• [Work instruction] I need the records below retyped exactly.

Segment Open

[site.ridge.limits]
min_alt_deg = 25
max_airmass = 2.0
dark = "Nautical"
moon_gap_deg = 30
sun_gap_deg = 45
ha_range_h = [-4.5, 4.5]
dec_range_deg = [-30, 85]

[site."Valley Dome"]
latitude = -33.9
longitude = 341.5
horizon_file = "valley.txt"

[site."Valley Dome".limits]
dark = -15
"""


def _write_good(tmp_path: Path) -> Path:
    (tmp_path / "valley.txt").write_text("0 5\n120 9\n240 7\n")
    path = tmp_path / "sites.toml"
    path.write_text(GOOD_FILE)
    return path


def test_load_sites_file(tmp_path: Path) -> None:
    parsed = load_sites_file(_write_good(tmp_path))
    assert parsed.default == "ridge"
    ridge, valley = parsed.sites["ridge"], parsed.sites["Valley Dome"]
    # 12:20:24 = 12 + 20/60 + 24/3600 = 12.34; 56:46:48 = 56.78 (by hand).
    assert ridge.lat_deg == pytest.approx(12.34) and ridge.lon_deg == pytest.approx(-56.78)
    assert (ridge.elevation_m, ridge.zone) == (1234.0, "America/Phoenix")
    assert ridge.weather() == (780.0, 8.0, 0.4)
    assert ridge.horizon.altitude_at(np.array([45.0])) == pytest.approx([10.0])
    assert ridge.limits == {
        "min_alt_deg": 25.0,
        "max_airmass": 2.0,
        "dark": "nautical",
        "moon_gap_deg": 30.0,
        "sun_gap_deg": 45.0,
        "ha_range_h": (-4.5, 4.5),
        "dec_range_deg": (-30.0, 85.0),
    }
    assert valley.lon_deg == pytest.approx(-18.5)
    assert valley.zone  # found from the coordinates (South Atlantic)
    assert valley.horizon.altitude_at(np.array([60.0, 300.0])) == pytest.approx([7.0, 6.0])
    assert valley.limits == {"dark": -15.0}
    assert "sites.toml" in valley.source
    assert check_sites_file(tmp_path / "sites.toml") == []


def test_sites_round_trip_through_toml(tmp_path: Path) -> None:
    original = load_sites(_write_good(tmp_path))
    copy_path = tmp_path / "copy.toml"
    copy_path.write_text("\n".join(site_to_toml(s) for s in original.values()))
    copy = load_sites(copy_path)
    assert list(copy) == list(original)
    for name, site in original.items():
        assert dataclasses.replace(copy[name], source=site.source) == site


def test_find_site_ignores_case_and_lists_closest_names(tmp_path: Path) -> None:
    path = _write_good(tmp_path)
    assert find_site("RIDGE", path).name == "ridge"
    assert find_site("valley dome", path).name == "Valley Dome"
    with pytest.raises(InputError) as caught:
        find_site("vally dom", path)
    assert caught.value.field == "site"
    assert caught.value.message.endswith("known sites: Valley Dome, ridge")


def test_toml_syntax_error_names_file_and_line(tmp_path: Path) -> None:
    path = tmp_path / "sites.toml"
    path.write_text("[site.a]\nlatitude = 1\nlongitude = = 2\n")
    problems = check_sites_file(path)
    assert len(problems) == 1
    assert (problems[0].file, problems[0].line) == (str(path), 3)
    with pytest.raises(InputError, match=r"sites\.toml:3"):
        load_sites(path)


BAD_FILE = """\
default = "nowhere"
colour = "red"

[site.alpha]
latitude = 95
longitud = 10
zone = "Mars/Olympus"

[site.alpha.limits]
min_alt = 20
max_airmass = 0.5

[site.beta]
latitude = 10
longitude = 20
humidity = 1.5
horizon = [[0, 5], [400, 5], [90]]
horizon_file = "h.txt"

[site.gamma]
latitude = "12:75:00"
longitude = 20
horizon_file = "h.txt"

[site.delta]
latitude = 10
longitude = 20

[site.Delta]
latitude = 10
longitude = 20
"""


def test_check_sites_file_reports_every_problem_with_lines(tmp_path: Path) -> None:
    (tmp_path / "h.txt").write_text("0 5\n90 x\n180 5\n")
    path = tmp_path / "sites.toml"
    path.write_text(BAD_FILE)
    problems = check_sites_file(path)
    found = {(p.field, p.line) for p in problems}
    assert found == {
        ("colour", 2),
        ("site.alpha.longitud", 6),  # unknown key
        ("site.alpha.longitude", 4),  # missing: reported at the site's table
        ("site.alpha.latitude", 5),
        ("site.alpha.zone", 7),
        ("site.alpha.limits.min_alt", 10),
        ("site.alpha.limits.max_airmass", 11),
        ("site.beta.humidity", 16),
        ("site.beta.horizon_file", 18),  # both horizon and horizon_file
        ("site.beta.horizon", 17),  # [400, 5] and [90] in the inline horizon
        ("site.gamma.latitude", 21),  # 75 minutes
        ("altitude", 2),  # line 2 of h.txt, read for gamma
        ("site.Delta", 29),  # same name as delta, ignoring case
        ("default", 1),
    }
    assert next(p for p in problems if p.field == "altitude").file == str(tmp_path / "h.txt")
    assert (
        "did you mean 'longitude'"
        in next(p for p in problems if p.field == "site.alpha.longitud").message
    )
    assert (
        "min_alt_deg" in next(p for p in problems if p.field == "site.alpha.limits.min_alt").message
    )
    assert sum(p.field == "site.beta.horizon" for p in problems) == 2
    with pytest.raises(InputErrors) as caught:
        load_sites(path)
    assert len(caught.value.problems) == len(problems)


def test_inline_horizon_problems_are_each_reported(tmp_path: Path) -> None:
    path = tmp_path / "sites.toml"
    path.write_text(
        "[site.beta]\nlatitude = 10\nlongitude = 20\n"
        "horizon = [\n  [0, 5],\n  [400, 5],\n  [90],\n  [180, true],\n]\n"
    )
    messages = [p.message for p in check_sites_file(path)]
    assert len(messages) == 3
    assert messages[0].startswith("point 2: azimuth 400")
    assert messages[1].startswith("point 3: expected [azimuth, altitude]")
    assert messages[2].startswith("point 4: expected a number")


@pytest.mark.parametrize(
    ("limits", "fragment"),
    [
        ('dark = "twilight"', "civil, nautical, astronomical"),
        ("dark = 5", "Sun altitude"),
        ("ha_range_h = [3, -3]", "min below max"),
        ("ha_range_h = [-13, 3]", "hour angle minimum"),
        ("dec_range_deg = [0]", "[min, max]"),
        ("moon_gap_deg = 200", "Moon"),
        ('sun_gap_deg = "far"', "expected a number"),
        ("min_alt_deg = true", "expected a number"),
    ],
)
def test_bad_limits(tmp_path: Path, limits: str, fragment: str) -> None:
    path = tmp_path / "sites.toml"
    path.write_text(f"[site.a]\nlatitude = 1\nlongitude = 2\n[site.a.limits]\n{limits}\n")
    (problem,) = check_sites_file(path)
    assert problem.line == 5
    assert problem.field.startswith("site.a.limits.")
    assert fragment in problem.message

Segment Closed

• [Solution below]
[site.ridge.limits]
min_alt_deg = 25
max_airmass = 2.0
dark = "Nautical"
moon_gap_deg = 30
sun_gap_deg = 45
ha_range_h = [-4.5, 4.5]
dec_range_deg = [-30, 85]

[site."Valley Dome"]
latitude = -33.9
longitude = 341.5
horizon_file = "valley.txt"

[site."Valley Dome".limits]
dark = -15
"""


def _write_good(tmp_path: Path) -> Path:
    (tmp_path / "valley.txt").write_text("0 5\n120 9\n240 7\n")
    path = tmp_path / "sites.toml"
    path.write_text(GOOD_FILE)
    return path


def test_load_sites_file(tmp_path: Path) -> None:
    parsed = load_sites_file(_write_good(tmp_path))
    assert parsed.default == "ridge"
    ridge, valley = parsed.sites["ridge"], parsed.sites["Valley Dome"]
    # 12:20:24 = 12 + 20/60 + 24/3600 = 12.34; 56:46:48 = 56.78 (by hand).
    assert ridge.lat_deg == pytest.approx(12.34) and ridge.lon_deg == pytest.approx(-56.78)
    assert (ridge.elevation_m, ridge.zone) == (1234.0, "America/Phoenix")
    assert ridge.weather() == (780.0, 8.0, 0.4)
    assert ridge.horizon.altitude_at(np.array([45.0])) == pytest.approx([10.0])
    assert ridge.limits == {
        "min_alt_deg": 25.0,
        "max_airmass": 2.0,
        "dark": "nautical",
        "moon_gap_deg": 30.0,
        "sun_gap_deg": 45.0,
        "ha_range_h": (-4.5, 4.5),
        "dec_range_deg": (-30.0, 85.0),
    }
    assert valley.lon_deg == pytest.approx(-18.5)
    assert valley.zone  # found from the coordinates (South Atlantic)
    assert valley.horizon.altitude_at(np.array([60.0, 300.0])) == pytest.approx([7.0, 6.0])
    assert valley.limits == {"dark": -15.0}
    assert "sites.toml" in valley.source
    assert check_sites_file(tmp_path / "sites.toml") == []


def test_sites_round_trip_through_toml(tmp_path: Path) -> None:
    original = load_sites(_write_good(tmp_path))
    copy_path = tmp_path / "copy.toml"
    copy_path.write_text("\n".join(site_to_toml(s) for s in original.values()))
    copy = load_sites(copy_path)
    assert list(copy) == list(original)
    for name, site in original.items():
        assert dataclasses.replace(copy[name], source=site.source) == site


def test_find_site_ignores_case_and_lists_closest_names(tmp_path: Path) -> None:
    path = _write_good(tmp_path)
    assert find_site("RIDGE", path).name == "ridge"
    assert find_site("valley dome", path).name == "Valley Dome"
    with pytest.raises(InputError) as caught:
        find_site("vally dom", path)
    assert caught.value.field == "site"
    assert caught.value.message.endswith("known sites: Valley Dome, ridge")


def test_toml_syntax_error_names_file_and_line(tmp_path: Path) -> None:
    path = tmp_path / "sites.toml"
    path.write_text("[site.a]\nlatitude = 1\nlongitude = = 2\n")
    problems = check_sites_file(path)
    assert len(problems) == 1
    assert (problems[0].file, problems[0].line) == (str(path), 3)
    with pytest.raises(InputError, match=r"sites\.toml:3"):
        load_sites(path)


BAD_FILE = """\
default = "nowhere"
colour = "red"

[site.alpha]
latitude = 95
longitud = 10
zone = "Mars/Olympus"

[site.alpha.limits]
min_alt = 20
max_airmass = 0.5

[site.beta]
latitude = 10
longitude = 20
humidity = 1.5
horizon = [[0, 5], [400, 5], [90]]
horizon_file = "h.txt"

[site.gamma]
latitude = "12:75:00"
longitude = 20
horizon_file = "h.txt"

[site.delta]
latitude = 10
longitude = 20

[site.Delta]
latitude = 10
longitude = 20
"""


def test_check_sites_file_reports_every_problem_with_lines(tmp_path: Path) -> None:
    (tmp_path / "h.txt").write_text("0 5\n90 x\n180 5\n")
    path = tmp_path / "sites.toml"
    path.write_text(BAD_FILE)
    problems = check_sites_file(path)
    found = {(p.field, p.line) for p in problems}
    assert found == {
        ("colour", 2),
        ("site.alpha.longitud", 6),  # unknown key
        ("site.alpha.longitude", 4),  # missing: reported at the site's table
        ("site.alpha.latitude", 5),
        ("site.alpha.zone", 7),
        ("site.alpha.limits.min_alt", 10),
        ("site.alpha.limits.max_airmass", 11),
        ("site.beta.humidity", 16),
        ("site.beta.horizon_file", 18),  # both horizon and horizon_file
        ("site.beta.horizon", 17),  # [400, 5] and [90] in the inline horizon
        ("site.gamma.latitude", 21),  # 75 minutes
        ("altitude", 2),  # line 2 of h.txt, read for gamma
        ("site.Delta", 29),  # same name as delta, ignoring case
        ("default", 1),
    }
    assert next(p for p in problems if p.field == "altitude").file == str(tmp_path / "h.txt")
    assert (
        "did you mean 'longitude'"
        in next(p for p in problems if p.field == "site.alpha.longitud").message
    )
    assert (
        "min_alt_deg" in next(p for p in problems if p.field == "site.alpha.limits.min_alt").message
    )
    assert sum(p.field == "site.beta.horizon" for p in problems) == 2
    with pytest.raises(InputErrors) as caught:
        load_sites(path)
    assert len(caught.value.problems) == len(problems)


def test_inline_horizon_problems_are_each_reported(tmp_path: Path) -> None:
    path = tmp_path / "sites.toml"
    path.write_text(
        "[site.beta]\nlatitude = 10\nlongitude = 20\n"
        "horizon = [\n  [0, 5],\n  [400, 5],\n  [90],\n  [180, true],\n]\n"
    )
    messages = [p.message for p in check_sites_file(path)]
    assert len(messages) == 3
    assert messages[0].startswith("point 2: azimuth 400")
    assert messages[1].startswith("point 3: expected [azimuth, altitude]")
    assert messages[2].startswith("point 4: expected a number")


@pytest.mark.parametrize(
    ("limits", "fragment"),
    [
        ('dark = "twilight"', "civil, nautical, astronomical"),
        ("dark = 5", "Sun altitude"),
        ("ha_range_h = [3, -3]", "min below max"),
        ("ha_range_h = [-13, 3]", "hour angle minimum"),
        ("dec_range_deg = [0]", "[min, max]"),
        ("moon_gap_deg = 200", "Moon"),
        ('sun_gap_deg = "far"', "expected a number"),
        ("min_alt_deg = true", "expected a number"),
    ],
)
def test_bad_limits(tmp_path: Path, limits: str, fragment: str) -> None:
    path = tmp_path / "sites.toml"
    path.write_text(f"[site.a]\nlatitude = 1\nlongitude = 2\n[site.a.limits]\n{limits}\n")
    (problem,) = check_sites_file(path)
    assert problem.line == 5
    assert problem.field.startswith("site.a.limits.")
    assert fragment in problem.message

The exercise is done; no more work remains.